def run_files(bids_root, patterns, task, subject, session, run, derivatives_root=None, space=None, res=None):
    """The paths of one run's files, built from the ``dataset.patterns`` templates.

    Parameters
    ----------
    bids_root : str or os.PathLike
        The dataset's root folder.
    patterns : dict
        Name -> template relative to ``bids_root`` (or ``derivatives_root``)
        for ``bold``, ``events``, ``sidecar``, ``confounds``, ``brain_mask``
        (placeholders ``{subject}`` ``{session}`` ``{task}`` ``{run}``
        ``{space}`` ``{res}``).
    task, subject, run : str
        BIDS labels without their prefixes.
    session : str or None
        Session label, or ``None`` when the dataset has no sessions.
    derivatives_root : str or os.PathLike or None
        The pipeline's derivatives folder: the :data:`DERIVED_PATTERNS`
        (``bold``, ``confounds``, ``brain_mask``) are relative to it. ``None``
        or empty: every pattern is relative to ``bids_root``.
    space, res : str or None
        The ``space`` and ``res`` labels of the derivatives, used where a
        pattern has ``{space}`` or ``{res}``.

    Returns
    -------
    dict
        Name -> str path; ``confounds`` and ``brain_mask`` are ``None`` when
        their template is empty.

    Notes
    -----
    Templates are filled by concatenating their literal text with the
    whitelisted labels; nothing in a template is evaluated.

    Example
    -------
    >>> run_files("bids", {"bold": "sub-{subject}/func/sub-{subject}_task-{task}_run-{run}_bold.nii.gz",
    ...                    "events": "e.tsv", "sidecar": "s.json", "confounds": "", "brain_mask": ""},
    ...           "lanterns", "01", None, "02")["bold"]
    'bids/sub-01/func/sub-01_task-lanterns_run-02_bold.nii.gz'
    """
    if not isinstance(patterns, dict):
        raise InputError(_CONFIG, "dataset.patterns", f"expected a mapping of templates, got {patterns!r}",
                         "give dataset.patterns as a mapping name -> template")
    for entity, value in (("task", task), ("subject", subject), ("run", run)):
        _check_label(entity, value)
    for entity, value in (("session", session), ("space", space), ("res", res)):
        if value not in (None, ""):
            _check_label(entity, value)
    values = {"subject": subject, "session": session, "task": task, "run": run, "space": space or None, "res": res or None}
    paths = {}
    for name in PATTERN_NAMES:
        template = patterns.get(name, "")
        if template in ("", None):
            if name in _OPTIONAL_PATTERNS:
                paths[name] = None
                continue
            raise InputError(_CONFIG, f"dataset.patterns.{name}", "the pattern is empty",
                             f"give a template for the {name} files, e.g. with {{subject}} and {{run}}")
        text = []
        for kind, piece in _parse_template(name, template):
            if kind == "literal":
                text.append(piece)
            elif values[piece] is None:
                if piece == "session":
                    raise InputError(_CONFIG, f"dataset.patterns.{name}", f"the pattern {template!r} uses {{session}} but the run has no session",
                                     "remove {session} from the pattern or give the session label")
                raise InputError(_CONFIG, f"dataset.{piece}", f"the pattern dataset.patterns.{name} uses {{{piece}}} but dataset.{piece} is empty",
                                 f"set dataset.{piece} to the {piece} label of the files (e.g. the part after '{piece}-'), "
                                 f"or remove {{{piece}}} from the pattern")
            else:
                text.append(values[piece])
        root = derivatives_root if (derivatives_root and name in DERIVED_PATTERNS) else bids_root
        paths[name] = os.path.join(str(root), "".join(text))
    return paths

****************

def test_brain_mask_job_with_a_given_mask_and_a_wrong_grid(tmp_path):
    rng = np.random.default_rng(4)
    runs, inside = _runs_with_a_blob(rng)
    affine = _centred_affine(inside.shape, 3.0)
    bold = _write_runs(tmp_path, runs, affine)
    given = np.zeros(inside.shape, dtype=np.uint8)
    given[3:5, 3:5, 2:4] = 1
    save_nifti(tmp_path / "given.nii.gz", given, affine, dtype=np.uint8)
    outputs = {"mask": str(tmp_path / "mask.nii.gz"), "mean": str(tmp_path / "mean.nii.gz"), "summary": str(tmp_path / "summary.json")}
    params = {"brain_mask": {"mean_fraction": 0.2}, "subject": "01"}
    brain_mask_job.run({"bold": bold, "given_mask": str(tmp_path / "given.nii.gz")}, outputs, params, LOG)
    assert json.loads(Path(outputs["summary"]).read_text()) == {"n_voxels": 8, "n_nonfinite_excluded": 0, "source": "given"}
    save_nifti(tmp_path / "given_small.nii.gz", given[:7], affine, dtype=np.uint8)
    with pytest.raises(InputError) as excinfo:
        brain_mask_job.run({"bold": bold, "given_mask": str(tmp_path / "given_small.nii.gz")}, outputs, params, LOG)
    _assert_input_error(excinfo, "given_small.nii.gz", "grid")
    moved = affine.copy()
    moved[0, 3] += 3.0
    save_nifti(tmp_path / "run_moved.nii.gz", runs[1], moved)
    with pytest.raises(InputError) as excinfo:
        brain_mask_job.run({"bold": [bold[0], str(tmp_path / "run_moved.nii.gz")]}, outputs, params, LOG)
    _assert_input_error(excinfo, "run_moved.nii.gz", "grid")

****************

# Exercise instructions
What lines in the material above contain the word "empty"? Copy them out.

# Response
        or empty: every pattern is relative to ``bids_root``.
        their template is empty.
            raise InputError(_CONFIG, f"dataset.patterns.{name}", "the pattern is empty",
                raise InputError(_CONFIG, f"dataset.{piece}", f"the pattern dataset.patterns.{name} uses {{{piece}}} but dataset.{piece} is empty",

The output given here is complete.